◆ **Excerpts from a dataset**
════════
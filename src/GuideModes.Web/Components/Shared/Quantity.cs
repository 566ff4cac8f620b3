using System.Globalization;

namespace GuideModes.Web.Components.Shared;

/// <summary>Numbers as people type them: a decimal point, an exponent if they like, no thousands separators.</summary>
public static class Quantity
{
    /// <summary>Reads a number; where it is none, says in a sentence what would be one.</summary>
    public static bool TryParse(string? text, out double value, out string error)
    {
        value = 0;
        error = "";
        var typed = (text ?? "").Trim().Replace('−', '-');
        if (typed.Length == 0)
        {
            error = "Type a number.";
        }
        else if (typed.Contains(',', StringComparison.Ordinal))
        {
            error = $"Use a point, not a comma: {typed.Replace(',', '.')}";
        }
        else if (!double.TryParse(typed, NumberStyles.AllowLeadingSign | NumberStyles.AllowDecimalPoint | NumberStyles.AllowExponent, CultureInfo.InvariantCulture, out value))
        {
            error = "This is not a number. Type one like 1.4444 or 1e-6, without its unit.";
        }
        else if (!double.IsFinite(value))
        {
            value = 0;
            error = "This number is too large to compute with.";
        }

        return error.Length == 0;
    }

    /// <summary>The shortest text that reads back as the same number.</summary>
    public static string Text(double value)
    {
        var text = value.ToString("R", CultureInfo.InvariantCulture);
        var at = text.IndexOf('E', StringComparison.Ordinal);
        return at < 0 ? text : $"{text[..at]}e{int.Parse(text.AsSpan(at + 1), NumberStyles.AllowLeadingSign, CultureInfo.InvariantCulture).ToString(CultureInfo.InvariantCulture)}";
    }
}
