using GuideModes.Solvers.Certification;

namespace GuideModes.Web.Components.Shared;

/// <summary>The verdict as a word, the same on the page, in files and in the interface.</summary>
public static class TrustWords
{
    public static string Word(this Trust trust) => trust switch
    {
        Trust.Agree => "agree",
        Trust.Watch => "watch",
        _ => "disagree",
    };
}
════════
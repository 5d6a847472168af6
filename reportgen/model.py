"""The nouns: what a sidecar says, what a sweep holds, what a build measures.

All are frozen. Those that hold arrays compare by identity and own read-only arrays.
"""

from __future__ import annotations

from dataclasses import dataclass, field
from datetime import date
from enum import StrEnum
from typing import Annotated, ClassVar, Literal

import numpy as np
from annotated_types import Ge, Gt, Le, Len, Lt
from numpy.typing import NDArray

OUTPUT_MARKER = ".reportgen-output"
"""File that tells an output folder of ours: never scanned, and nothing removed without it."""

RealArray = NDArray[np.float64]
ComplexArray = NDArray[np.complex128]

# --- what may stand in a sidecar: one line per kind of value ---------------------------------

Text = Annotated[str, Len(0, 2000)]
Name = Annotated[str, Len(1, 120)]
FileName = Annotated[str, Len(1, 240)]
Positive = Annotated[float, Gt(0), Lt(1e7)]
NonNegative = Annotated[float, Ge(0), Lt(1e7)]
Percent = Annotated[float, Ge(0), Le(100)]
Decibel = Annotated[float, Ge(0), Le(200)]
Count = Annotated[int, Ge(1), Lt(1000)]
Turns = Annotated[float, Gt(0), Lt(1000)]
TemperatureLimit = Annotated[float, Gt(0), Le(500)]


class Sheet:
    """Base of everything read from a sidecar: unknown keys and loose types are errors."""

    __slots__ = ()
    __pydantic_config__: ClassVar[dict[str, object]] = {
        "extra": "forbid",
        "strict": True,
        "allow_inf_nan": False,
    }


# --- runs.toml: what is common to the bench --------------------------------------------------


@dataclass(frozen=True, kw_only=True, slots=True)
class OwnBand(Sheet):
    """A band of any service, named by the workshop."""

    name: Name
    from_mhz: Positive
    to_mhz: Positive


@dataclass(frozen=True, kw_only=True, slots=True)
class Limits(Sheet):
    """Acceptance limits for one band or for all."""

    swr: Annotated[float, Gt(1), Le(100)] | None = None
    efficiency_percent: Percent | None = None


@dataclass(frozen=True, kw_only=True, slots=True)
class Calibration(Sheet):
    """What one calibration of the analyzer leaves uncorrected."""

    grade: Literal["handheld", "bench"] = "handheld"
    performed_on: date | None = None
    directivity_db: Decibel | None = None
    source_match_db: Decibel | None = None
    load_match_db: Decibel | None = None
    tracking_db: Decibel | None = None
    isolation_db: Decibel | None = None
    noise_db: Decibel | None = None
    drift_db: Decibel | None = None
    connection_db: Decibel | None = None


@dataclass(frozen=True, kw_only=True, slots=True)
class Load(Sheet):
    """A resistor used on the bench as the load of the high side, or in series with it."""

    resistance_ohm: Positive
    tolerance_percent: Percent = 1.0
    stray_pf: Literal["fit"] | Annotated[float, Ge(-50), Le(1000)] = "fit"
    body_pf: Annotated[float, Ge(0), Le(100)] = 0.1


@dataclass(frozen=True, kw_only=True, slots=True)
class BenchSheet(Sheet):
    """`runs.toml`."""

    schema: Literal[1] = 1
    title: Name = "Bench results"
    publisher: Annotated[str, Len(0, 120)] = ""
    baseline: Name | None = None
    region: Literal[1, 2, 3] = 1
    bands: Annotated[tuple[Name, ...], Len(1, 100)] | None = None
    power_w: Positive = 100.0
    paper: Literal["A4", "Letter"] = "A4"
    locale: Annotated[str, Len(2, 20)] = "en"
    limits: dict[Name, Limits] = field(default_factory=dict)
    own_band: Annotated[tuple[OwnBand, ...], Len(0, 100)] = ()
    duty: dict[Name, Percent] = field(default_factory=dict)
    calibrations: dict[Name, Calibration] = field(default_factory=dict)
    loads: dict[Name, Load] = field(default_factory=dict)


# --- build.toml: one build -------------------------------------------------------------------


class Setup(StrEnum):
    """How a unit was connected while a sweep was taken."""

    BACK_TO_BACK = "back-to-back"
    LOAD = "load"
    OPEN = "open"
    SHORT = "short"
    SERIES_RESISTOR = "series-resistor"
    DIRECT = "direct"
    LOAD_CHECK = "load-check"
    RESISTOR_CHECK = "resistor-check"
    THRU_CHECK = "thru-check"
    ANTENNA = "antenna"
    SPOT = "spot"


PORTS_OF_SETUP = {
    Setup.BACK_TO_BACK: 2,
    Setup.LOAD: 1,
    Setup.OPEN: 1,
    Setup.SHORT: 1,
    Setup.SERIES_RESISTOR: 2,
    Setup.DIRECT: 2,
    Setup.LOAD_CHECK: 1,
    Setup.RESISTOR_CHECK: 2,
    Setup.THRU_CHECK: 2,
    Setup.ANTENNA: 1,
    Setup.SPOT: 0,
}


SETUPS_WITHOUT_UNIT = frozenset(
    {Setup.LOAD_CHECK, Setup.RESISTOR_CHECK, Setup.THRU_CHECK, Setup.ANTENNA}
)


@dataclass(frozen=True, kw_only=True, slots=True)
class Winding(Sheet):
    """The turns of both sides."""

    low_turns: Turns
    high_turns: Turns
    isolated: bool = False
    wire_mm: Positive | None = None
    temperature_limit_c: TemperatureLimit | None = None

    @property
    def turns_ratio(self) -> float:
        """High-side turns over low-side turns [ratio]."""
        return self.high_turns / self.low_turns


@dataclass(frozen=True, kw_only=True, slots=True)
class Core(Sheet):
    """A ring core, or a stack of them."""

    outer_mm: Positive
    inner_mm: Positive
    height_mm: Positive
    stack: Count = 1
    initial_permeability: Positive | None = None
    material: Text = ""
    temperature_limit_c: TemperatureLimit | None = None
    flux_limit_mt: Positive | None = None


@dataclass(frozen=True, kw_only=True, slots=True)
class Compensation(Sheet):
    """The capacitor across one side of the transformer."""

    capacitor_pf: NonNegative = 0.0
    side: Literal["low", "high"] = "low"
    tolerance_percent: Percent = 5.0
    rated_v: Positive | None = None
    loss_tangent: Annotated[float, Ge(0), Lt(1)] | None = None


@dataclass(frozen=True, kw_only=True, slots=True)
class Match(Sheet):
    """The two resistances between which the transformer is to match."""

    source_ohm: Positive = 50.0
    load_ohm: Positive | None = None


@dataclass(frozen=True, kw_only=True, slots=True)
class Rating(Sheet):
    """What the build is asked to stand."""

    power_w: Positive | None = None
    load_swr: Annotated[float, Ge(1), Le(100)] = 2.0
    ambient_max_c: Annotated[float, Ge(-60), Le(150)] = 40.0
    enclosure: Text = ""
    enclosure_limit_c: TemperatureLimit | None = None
════════
What lines above contain the word "public"? Please copy each one.

◆ **Solution to the exercise**
public static class Quantity
    public static bool TryParse(string? text, out double value, out string error)
    public static string Text(double value)
public static class TrustWords
    public static string Word(this Trust trust) => trust switch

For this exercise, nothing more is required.